# Strings



## MaestroViolinist

What type/brand of strings do you use?

I started off using Pirastro, which are pretty good. Then I started using Dominant and, well, they fall apart after hardly any time. My Music teacher has suggested using a set called Eva Pirazzo. Have any of you used these before?


----------



## Abracadabra

MaestroViolinist said:


> My Music teacher has suggested using a set called Eva Pirazzo.


I'm just a hobbyist and play solely for my own pleasure. But that's precisely the strings I use.

Although I'm pretty sure you meant to type Evah Pirazzi manufactured by Pirastro.

I don't have a lot of experience to compare them with anything else. All I can say is that they work fine for me, I'll definitely buy more when these break. In fact, I already have a second set of them as back-ups. I just haven't broken a string yet.

I've had them on the violin for about 6 years now. I don't play violin all the time, so I have no clue how long they might last under heavy playing. I have played some pretty crazy fiddle music though and they've held up under that.

I don't plan on replacing them until they break.
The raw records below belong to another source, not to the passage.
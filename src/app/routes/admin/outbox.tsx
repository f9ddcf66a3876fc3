import { useEffect, useState } from 'react';
import { Problem } from '@/components/errors/problem';
import { Button } from '@/components/ui/button';
import { Notice } from '@/components/ui/notice';
import { hasRole, useSession } from '@/features/auth/api/get-session';
import { useOutbox } from '@/features/outbox/api/get-outbox';
import { OutboxTable } from '@/features/outbox/components/outbox-table';

export default function OutboxPage() {
  const session = useSession();
  const isAdmin = hasRole(session.data?.user, 'admin');
  const [status, setStatus] = useState<'' | 'sent' | 'pending'>('');
  const [page, setPage] = useState(1);
  const outbox = useOutbox(status, page);
  useEffect(() => {
    document.title = 'Mail outbox · Benchwright';
  }, []);
  if (!isAdmin) return <Notice tone="error">This page is for admins.</Notice>;
  const pages = outbox.data ? Math.max(1, Math.ceil(outbox.data.total / outbox.data.pageSize)) : 1;
  return (
    <section className="flex flex-col gap-4">
      <h1 className="text-2xl font-semibold">Mail outbox</h1>
      <p className="text-sm text-graphite-soft">
        Mail Benchwright has queued. Messages are kept until the mail server accepts them and retried while it
        is unreachable.
        {outbox.data && (
          <>
            {' '}
            <span className="value">{outbox.data.pending}</span> pending.
          </>
        )}
      </p>
      <label className="flex w-fit flex-col gap-1 text-sm font-semibold">
        Show
        <select
          className="min-h-11 rounded-md border border-rule bg-card px-3 font-normal"
          value={status}
          onChange={(e) => {
            setStatus(e.target.value as typeof status);
            setPage(1);
          }}
        >
          <option value="">All mail</option>
          <option value="pending">Pending</option>
          <option value="sent">Sent</option>
        </select>
      </label>
      {outbox.isError && <Problem error={outbox.error} heading="h2" onRetry={() => void outbox.refetch()} />}
      {outbox.data && <OutboxTable items={outbox.data.items} />}
      {outbox.data && pages > 1 && (
        <nav aria-label="Pages" className="flex items-center gap-3 text-sm">
          <Button
            variant="quiet"
            disabled={page <= 1}
            whyDisabled="These are the newest."
            onClick={() => setPage(page - 1)}
          >
            Newer
          </Button>
          <span>
            Page <span className="value">{page}</span> of <span className="value">{pages}</span>
          </span>
          <Button
            variant="quiet"
            disabled={page >= pages}
            whyDisabled="These are the oldest."
            onClick={() => setPage(page + 1)}
          >
            Older
          </Button>
        </nav>
      )}
    </section>
  );
}
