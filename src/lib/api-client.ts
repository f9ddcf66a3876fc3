/** The one fetch wrapper: JSON in and out, the CSRF token on writes, one error type. */

export interface FieldProblem {
  field: string;
  reason: string;
}

export class ApiError extends Error {
  constructor(
    readonly status: number,
    message: string,
    readonly fields: FieldProblem[] = [],
    readonly body: Record<string, unknown> = {},
  ) {
    super(message);
  }
}

let csrfToken = '';
export const setCsrfToken = (token: string) => {
  csrfToken = token;
};
/** For requests that cannot go through `api` (multipart uploads). */
export const getCsrfToken = () => csrfToken;

type Json = Record<string, unknown> | unknown[];

async function request<T>(method: string, url: string, body?: Json, retried = false): Promise<T> {
  const headers: Record<string, string> = { Accept: 'application/json' };
  if (body !== undefined) headers['Content-Type'] = 'application/json';
  if (method !== 'GET') headers['X-CSRF-Token'] = csrfToken;
  let res: Response;
  try {
    res = await fetch(url, { method, headers, body: body === undefined ? undefined : JSON.stringify(body), credentials: 'same-origin' });
  } catch {
    throw new ApiError(0, 'Cannot reach the Benchwright server. Check the connection and try again.');
  }
  const text = await res.text();
  const data = text ? (JSON.parse(text) as Record<string, unknown>) : {};
  // The token went stale (a sign-in in another tab, or an answer to an older request arriving
  // last): fetch the session's current one and send the write once more.
  if (res.status === 403 && data.code === 'csrf' && method !== 'GET' && !retried) {
    await request('GET', '/api/auth/session');
    return request<T>(method, url, body, true);
  }
  if (!res.ok) {
    const message = typeof data.error === 'string' ? data.error : `The server answered ${res.status}.`;
    throw new ApiError(res.status, message, (data.fields as FieldProblem[]) ?? [], data);
  }
  if (typeof data.csrfToken === 'string') setCsrfToken(data.csrfToken);
  return data as T;
}

export const api = {
  get: <T>(url: string) => request<T>('GET', url),
  post: <T>(url: string, body: Json = {}) => request<T>('POST', url, body),
  patch: <T>(url: string, body: Json) => request<T>('PATCH', url, body),
  put: <T>(url: string, body: Json) => request<T>('PUT', url, body),
  delete: <T>(url: string) => request<T>('DELETE', url),
};

declare module '@tanstack/react-query' {
  interface Register {
    defaultError: ApiError;
  }
}
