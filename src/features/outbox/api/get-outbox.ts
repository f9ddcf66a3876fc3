import { keepPreviousData, queryOptions, useQuery } from '@tanstack/react-query';
import type { OutboxItemView } from '@shared/schemas/review';
import { api } from '@/lib/api-client';
import { outboxKeys } from './keys';

export interface OutboxPage {
  items: OutboxItemView[];
  total: number;
  pending: number;
  page: number;
  pageSize: number;
}

export type OutboxStatus = '' | 'sent' | 'pending';

export const outboxQueryOptions = (status: OutboxStatus, page: number) =>
  queryOptions({
    queryKey: outboxKeys.list(status, page),
    queryFn: () => {
      const qs = new URLSearchParams({ page: String(page) });
      if (status) qs.set('status', status);
      return api.get<OutboxPage>(`/api/mail/outbox?${qs}`);
    },
    placeholderData: keepPreviousData,
  });

export const useOutbox = (status: OutboxStatus, page: number) =>
  useQuery({ ...outboxQueryOptions(status, page), refetchInterval: 10_000 });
Although I've heard some people recommend replacing violin strings yearly or even more often. I personally don't see the point to that for my purposes. The violin sounds great to me after 6 years, so why bother changing them? If I were a professional performer making lots of money I might consider changing strings more often.

So without having anything to compare them with, and without being a really good violinist, I highly recommend them.

If that means anything. :lol:

By the way, Pirastro also makes Evah Pirazzi rosin specifically for these strings which I also use.


----------



## ComposerOfAvantGarde

On guitar I use D'Addario hard tension strings. I can't find the packet of viola strings right now but I know it's Helicore.


----------



## MaestroViolinist

Abracadabra said:


> Although I'm pretty sure you meant to type Evah Pirazzi manufactured by Pirastro.


Whoops, yes actually! :lol:



Abracadabra said:


> I don't plan on replacing them until they break. Although I've heard some people recommend replacing violin strings yearly or even more often. I personally don't see the point to that for my purposes. The violin sounds great to me after 6 years, so why bother changing them? If I were a professional performer making lots of money I might consider changing strings more often.


Yeah, I always thought those people who said that were a bit over the top. Though as I said, Dominant is useless, you end up changing those strings TWICE A YEAR!!! And I had one break in my face once. 



Abracadabra said:


> By the way, Pirastro also makes Evah Pirazzi rosin specifically for these strings which I also use.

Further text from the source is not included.